Items from a dataset
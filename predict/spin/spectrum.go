package spin

import (
	"cmp"
	"math"
	"slices"
)

// Spectrum returns the physical lines of r: the shares of all groups at one
// frequency (within 0.001 Hz) summed, each line attributed to the group with
// the largest share, sorted by frequency. Lines whose total is not positive
// (cancelled shares) are dropped. The total intensity equals that of
// r.Lines.
func (r *Result) Spectrum() []Line {
	ls := append([]Line(nil), r.Lines...)
	slices.SortFunc(ls, func(x, y Line) int {
		if c := cmp.Compare(x.Hz, y.Hz); c != 0 {
			return c
		}
		return cmp.Compare(x.Group, y.Group)
	})
	var out []Line
	var best []float64 // largest share of the current output line
	start := 0.0
	for _, l := range ls {
		n := len(out)
		if n == 0 || l.Hz-start > mergeTolHz {
			start = l.Hz
			out = append(out, l)
			best = append(best, l.Intensity)
			continue
		}
		q := &out[n-1]
		if t := q.Intensity + l.Intensity; q.Intensity*l.Intensity > 0 && t != 0 {
			q.Hz = (q.Hz*q.Intensity + l.Hz*l.Intensity) / t
			q.PPM = (q.PPM*q.Intensity + l.PPM*l.Intensity) / t
		}
		q.Intensity += l.Intensity
		if l.Intensity > best[n-1] {
			best[n-1], q.Group = l.Intensity, l.Group
		}
	}
	kept := out[:0]
	for _, l := range out {
		if l.Intensity > minIntensity && !math.IsNaN(l.Intensity) {
			kept = append(kept, l)
		}
	}
	return kept
}
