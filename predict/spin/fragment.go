package spin

import (
	"errors"
	"math"
	"strings"
)

// Fragments. A strongly coupled cluster too large to diagonalise (in Auto
// mode) is simulated piece by piece: for each group g of the cluster a
// fragment is grown around g from the groups most strongly coupled to it,
// up to the work of Options.FragmentSpins distinct spin-1/2 nuclei; the
// fragment is simulated exactly, its outside partners (the rest of the
// cluster included) split its lines first-order, and only g's part of the
// lines is kept (by weight, see fragmentLines). Every group thus gets its lines from a fragment centred on
// itself, and each group's lines still sum to its Count. The result is an
// approximation: couplings from the fragment to the rest of the cluster
// are treated as weak. It converges to the exact spectrum as the fragment
// grows, and second-order effects fade along a chain of couplings, so the
// nearest strongly coupled neighbours matter most. (Simulating each spin
// with its strongly coupled neighbourhood and keeping only its own lines is
// a published idea, e.g. Castillo, Patiny & Wist, J. Magn. Reson. 2011;
// reference from memory. The growth rule below is our own.)

// DefaultFragmentSpins bounds a fragment when Options.FragmentSpins is 0:
// the work of 9 distinct spin-1/2 nuclei (largest Mz block 126 states).
// Measured against exact simulation (rendered with 1 Hz lines, largest
// difference relative to the tallest point): the 14-spin chain of
// BenchmarkCluster14 0.72% (8 spins: 0.93%); heptanal at 60 MHz, whose
// nearly coincident CH2 groups need the whole core in one fragment, 5.8%
// (with 8 spins and the signed shares used before: 48%, hardly better
// than first-order's 65%).
const DefaultFragmentSpins = 9

// MaxFragmentGroups bounds the clusters simulated by fragments (one
// fragment per group, each taking milliseconds to tens of ms): a larger
// strongly coupled cluster, such as the CH2 groups of a long alkyl chain, is
// computed first-order in Auto mode, with a note.
const MaxFragmentGroups = 32

// fragmentConfigs bounds the X-approximation configurations of a fragment:
// 1, i.e. partners outside the fragment only split its lines first-order.
// Measured (TestFragmentApproachesExact's measure, heptanal at 60 MHz,
// fragments of 9, with the signed shares used then): 4.1% from exact in
// 44 ms, against 1.3% in 175 ms with up to 16 configurations as for whole
// clusters; the 14-spin chain was not affected (0.7%). Many configurations
// of strongly coupled partners also break the near-equivalence of long CH2
// runs into tens of thousands of lines (decane at 400 MHz, measured then:
// 43,536 lines and 0.2 s with configurations, 10 lines and 35 ms without).
const fragmentConfigs = 1

func fragSpins(opt Options) int {
	if opt.FragmentSpins == 0 {
		return DefaultFragmentSpins
	}
	return opt.FragmentSpins
}

// firstOrderLines splits each group of c first-order by all its partners
// (simulateCluster's path for a single group, in Auto mode).
func (es *esys) firstOrderLines(c []int, opt Options) ([]rawLine, float64, error) {
	opt.Mode = Auto
	var out []rawLine
	for _, g := range c {
		lines, _, err := es.simulateCluster([]int{g}, opt)
		if err != nil {
			return nil, 0, err
		}
		out = append(out, lines...)
	}
	sortRaw(out)
	return out, 0, nil
}

// names lists the names of the member groups of c for notes, each once.
func (es *esys) names(c []int) string {
	var s []string
	seen := map[string]bool{}
	for _, g := range c {
		for _, n := range es.g[g].names {
			if !seen[n] {
				seen[n] = true
				s = append(s, n)
			}
		}
	}
	if len(s) > 12 {
		s = append(s[:12], "…")
	}
	return strings.Join(s, ", ")
}

// fragment grows the fragment of cluster c centred on group g: repeatedly
// add the group h of c with the largest path strength p(h) = max over
// fragment members k of p(k)·min(1, |J_kh|/|Δν_kh|), with p(g) = 1, as long
// as the fragment's exact cost stays within the work of maxSpins spins.
// Groups that would exceed it are skipped (a smaller one may still fit).
// g is first in the result.
func (es *esys) fragment(g int, c []int, maxSpins int) []int {
	f := []int{g}
	p := map[int]float64{g: 1}
	in := map[int]bool{g: true}
	skip := map[int]bool{}
	relax := func(k int) {
		for _, h := range c {
			if in[h] || skip[h] {
				continue
			}
			j := math.Abs(es.j[k][h])
			if j == 0 {
				continue
			}
			s := 1.0
			if dnu := math.Abs(es.g[k].nu - es.g[h].nu); dnu > j {
				s = j / dnu
			}
			p[h] = math.Max(p[h], p[k]*s)
		}
	}
	relax(g)
	for {
		best := -1
		for _, h := range c {
			if in[h] || skip[h] || p[h] == 0 {
				continue
			}
			if best < 0 || p[h] > p[best] {
				best = h
			}
		}
		if best < 0 {
			return f
		}
		if _, err := es.exactCost(append(f[:len(f):len(f)], best), maxSpins); err != nil {
			skip[best] = true
			continue
		}
		f = append(f, best)
		in[best] = true
		relax(best)
	}
}

// fragmentLines simulates cluster c by fragments (see above). Within a
// fragment each transition is attributed to the groups in proportion to
// |A_g|² (sink.weighted), not as the signed shares A_g·A of exact mode: a
// negative share is cancelled by another group's share of the same
// transition, but that group's lines come from its own fragment, at a
// slightly different frequency, so signed shares would leave negative
// lines. The centre's lines are then scaled to sum to its count (the
// weights make its total differ by a few per cent, and the transitions
// too weak to list are spread over the others): Dropped is 0.
func (es *esys) fragmentLines(c []int, opt Options) ([]rawLine, float64, error) {
	fs := fragSpins(opt)
	fopt := opt
	fopt.MaxSpins = fs
	// Fragments are independent: they run on up to GOMAXPROCS goroutines,
	// each writing its own slot, and are joined in order.
	own := make([][]rawLine, len(c))
	errs := make([]error, len(c))
	parallel(len(c), func(i int) {
		g := c[i]
		lines, _, err := es.simulateGroups(es.fragment(g, c, fs), fopt, g)
		if err != nil {
			errs[i] = err
			return
		}
		kept := 0.0
		for _, l := range lines {
			if l.eg == g {
				own[i] = append(own[i], l)
				kept += l.inten
			}
		}
		// Scale to the group's count (see fragmentLines).
		if kept > 0 {
			f := float64(es.g[g].n) / kept
			for k := range own[i] {
				own[i][k].inten *= f
			}
		}
	})
	if err := errors.Join(errs...); err != nil {
		return nil, 0, err
	}
	var out []rawLine
	for i := range c {
		out = append(out, own[i]...)
	}
	sortRaw(out) // groups differ between fragments: nothing to merge
	return out, 0, nil
}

→ **Assignment**: Copy each line of the data that contains the word "work".

→ **Exercise solution**:
// up to the work of Options.FragmentSpins distinct spin-1/2 nuclei; the
// the work of 9 distinct spin-1/2 nuclei (largest Mz block 126 states).
// as the fragment's exact cost stays within the work of maxSpins spins.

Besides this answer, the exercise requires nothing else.